El joven aspirante a esnob en el tercer mundo sueña con engrosar las filas del Partido Comunista. Organizan grupos de lectura donde lo único que importa es reclutar jóvenes incautas y proponerles en medio de una borrachera, obtenida a punta de canelazo y aguardiente de 3.000 pesos la garrafa, hacer el amor y no la guerra. He estado en sus reuniones, ¡he sido uno de ellos! Y yo como nadie conozco su pobreza mental, su ignorancia galopante, su resentimiento perpetuo. Tratan de ser pobres dignos pero ningún pobre digno es borracho.
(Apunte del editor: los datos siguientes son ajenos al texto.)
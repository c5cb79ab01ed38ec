"use client";

import { useRouter } from "next/navigation";
import { useState, useTransition } from "react";
import { inputClass } from "@/components/forms/field";
import { Button } from "@/components/ui/button";
import { ApiError, fetchJson } from "@/components/data/fetcher";
import { STATUS_LABELS, WORK_ORDER_STATUSES, type WorkOrderStatus } from "@/lib/domain";

/** Moves the visit to a status with a note for the customer; each post is a dated timeline entry. */
export function StatusMover({
  workOrderId,
  status,
  unitNumber,
  waitingLines = 0,
  canSettle = false,
}: {
  workOrderId: string;
  status: WorkOrderStatus;
  unitNumber: string;
  /** Lines still waiting for the customer's decision: releasing must say what becomes of them. */
  waitingLines?: number;
  /** The owner and writers may hold or decline them; a technician is told to ask. */
  canSettle?: boolean;
}) {
  const router = useRouter();
  const [next, setNext] = useState<WorkOrderStatus>(status);
  const [note, setNote] = useState("");
  const [pendingLines, setPendingLines] = useState<"hold" | "decline" | null>(null);
  const [pendingNote, setPendingNote] = useState("");
  const [message, setMessage] = useState<{ ok: boolean; text: string } | null>(null);
  const [pending, startTransition] = useTransition();
  const [busy, setBusy] = useState(false);

  if (status === "released") return <p className="text-ink-soft">This visit is closed: {unitNumber} was released.</p>;

  const releasing = next === "released";
  const unchanged = next === status && note.trim() === "";
  const mustSettle = releasing && waitingLines > 0;
  const unsettled = mustSettle && (!canSettle || pendingLines === null || (pendingLines === "decline" && pendingNote.trim() === ""));

  async function submit(event: React.FormEvent) {
    event.preventDefault();
    setBusy(true);
    setMessage(null);
    try {
      await fetchJson(`/api/v1/work-orders/${workOrderId}/status`, {
        method: "POST",
        headers: { "content-type": "application/json" },
        body: JSON.stringify({ status: next, note, ...(mustSettle && pendingLines ? { pendingLines, pendingNote } : {}) }),
      });
      setNote("");
      setMessage({ ok: true, text: `Posted: ${STATUS_LABELS[next]}. The customer sees it within seconds.` });
      startTransition(() => router.refresh());
    } catch (error) {
      setMessage({ ok: false, text: error instanceof ApiError ? error.message : "Could not post the update. Try again." });
    } finally {
      setBusy(false);
    }
  }

  return (
    <form onSubmit={submit} className="flex flex-col gap-3" data-testid="status-mover">
      <label className="flex flex-col gap-1">
        <span className="font-semibold">Status</span>
        <select className={inputClass} value={next} onChange={(e) => setNext(e.target.value as WorkOrderStatus)} name="status">
          {WORK_ORDER_STATUSES.map((s) => (
            <option key={s} value={s}>
              {STATUS_LABELS[s]}
              {s === status ? " (now)" : ""}
            </option>
          ))}
        </select>
      </label>
      <label className="flex flex-col gap-1">
        <span className="font-semibold">Note for the customer (optional)</span>
        <textarea
          name="note"
          className={`${inputClass} min-h-20 py-2`}
          maxLength={500}
          value={note}
          onChange={(e) => setNote(e.target.value)}
          placeholder="e.g. Parts arrive Thursday morning."
        />
      </label>
      {releasing ? (
        <p className="rounded-card border-2 border-ink px-3 py-2 text-sm font-semibold">
          Releasing closes this visit for good: it can no longer be moved, and new work needs a new work order.
        </p>
      ) : null}
      {mustSettle ? (
        <fieldset className="flex flex-col gap-2 rounded-card border-2 border-rust px-3 py-2" data-testid="settle-waiting-lines">
          <legend className="px-1 font-semibold">
            {waitingLines} line{waitingLines === 1 ? "" : "s"} still wait{waitingLines === 1 ? "s" : ""} for the customer&apos;s decision
          </legend>
          {canSettle ? (
            <>
              <label className="flex min-h-touch items-center gap-2">
                <input type="radio" name="pendingLines" className="size-5 accent-rust" checked={pendingLines === "hold"} onChange={() => setPendingLines("hold")} />
                Hold {waitingLines === 1 ? "it" : "them"} for {unitNumber}&apos;s next visit
              </label>
              <label className="flex min-h-touch items-center gap-2">
                <input type="radio" name="pendingLines" className="size-5 accent-rust" checked={pendingLines === "decline"} onChange={() => setPendingLines("decline")} />
                Decline {waitingLines === 1 ? "it" : "them"}, with a note
              </label>
              {pendingLines ? (
                <label className="flex flex-col gap-1">
                  <span className="text-sm font-semibold">{pendingLines === "decline" ? "Why (the customer reads this)" : "Note (optional)"}</span>
                  <input className={inputClass} name="pendingNote" maxLength={500} value={pendingNote} onChange={(e) => setPendingNote(e.target.value)} />
                </label>
              ) : null}
            </>
          ) : (
            <p className="text-sm">The owner or a service writer decides what becomes of them, and releases this visit.</p>
          )}
        </fieldset>
      ) : null}
      {next === "ready" && status !== "ready" ? (
        <p className="text-sm text-ink-soft">The account&apos;s approvers and viewers get an e-mail that {unitNumber} is ready.</p>
      ) : null}
      {message ? (
        <p role={message.ok ? "status" : "alert"} className={`text-sm font-semibold ${message.ok ? "" : "text-rust-deep"}`}>
          {message.text}
        </p>
      ) : null}
      <Button type="submit" variant={releasing ? "danger" : "secondary"} disabled={busy || pending || unchanged || unsettled} className="w-full sm:w-auto">
        {busy ? "Posting…" : releasing ? `Release ${unitNumber}` : next === status ? "Post update" : `Move to ${STATUS_LABELS[next]}`}
      </Button>
    </form>
  );
}
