import { resolve } from "node:path";

/** Where the fake keeps files: FAKE_UPLOADTHING_STORAGE, or mocks/.storage/uploadthing (git-ignored). */
export function fakeStorageDir(): string {
  return process.env.FAKE_UPLOADTHING_STORAGE ?? resolve(import.meta.dirname, "../.storage/uploadthing");
}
He compartido sus mesas y los he visto comer como cerdos con la boca abierta, chorreando por las comisuras de los labios pedacitos de huevo tibio. La mayoría son incapaces de conseguir un trabajo digno “por aquello que decía el compañero Marx, tu sabes, el trabajo aliena” y aunque no les queda claro que es una alienación se quedan todos los días hasta altas horas de la mañana en la cama viviendo de lo que les pueda ofrecer la mamá o la novia de turno.
Son sucios, aburridos y egoístas. Viven en un mundo de sueños del cual difícilmente podrán salir. Están encerrados en él y sobreviven gracias a la armadura que han hecho con su megalomanía. No te dejan hablar ni a ti ni nadie. El otro les importa un comino. Qué terrible esta época en la que nos tocó vivir, no solo tenemos que soportar las miserias que ha dejado el capitalismo sino que ahora tenemos que aguantarnos el desprecio que sienten los socialistas del siglo XXI hacia la gente.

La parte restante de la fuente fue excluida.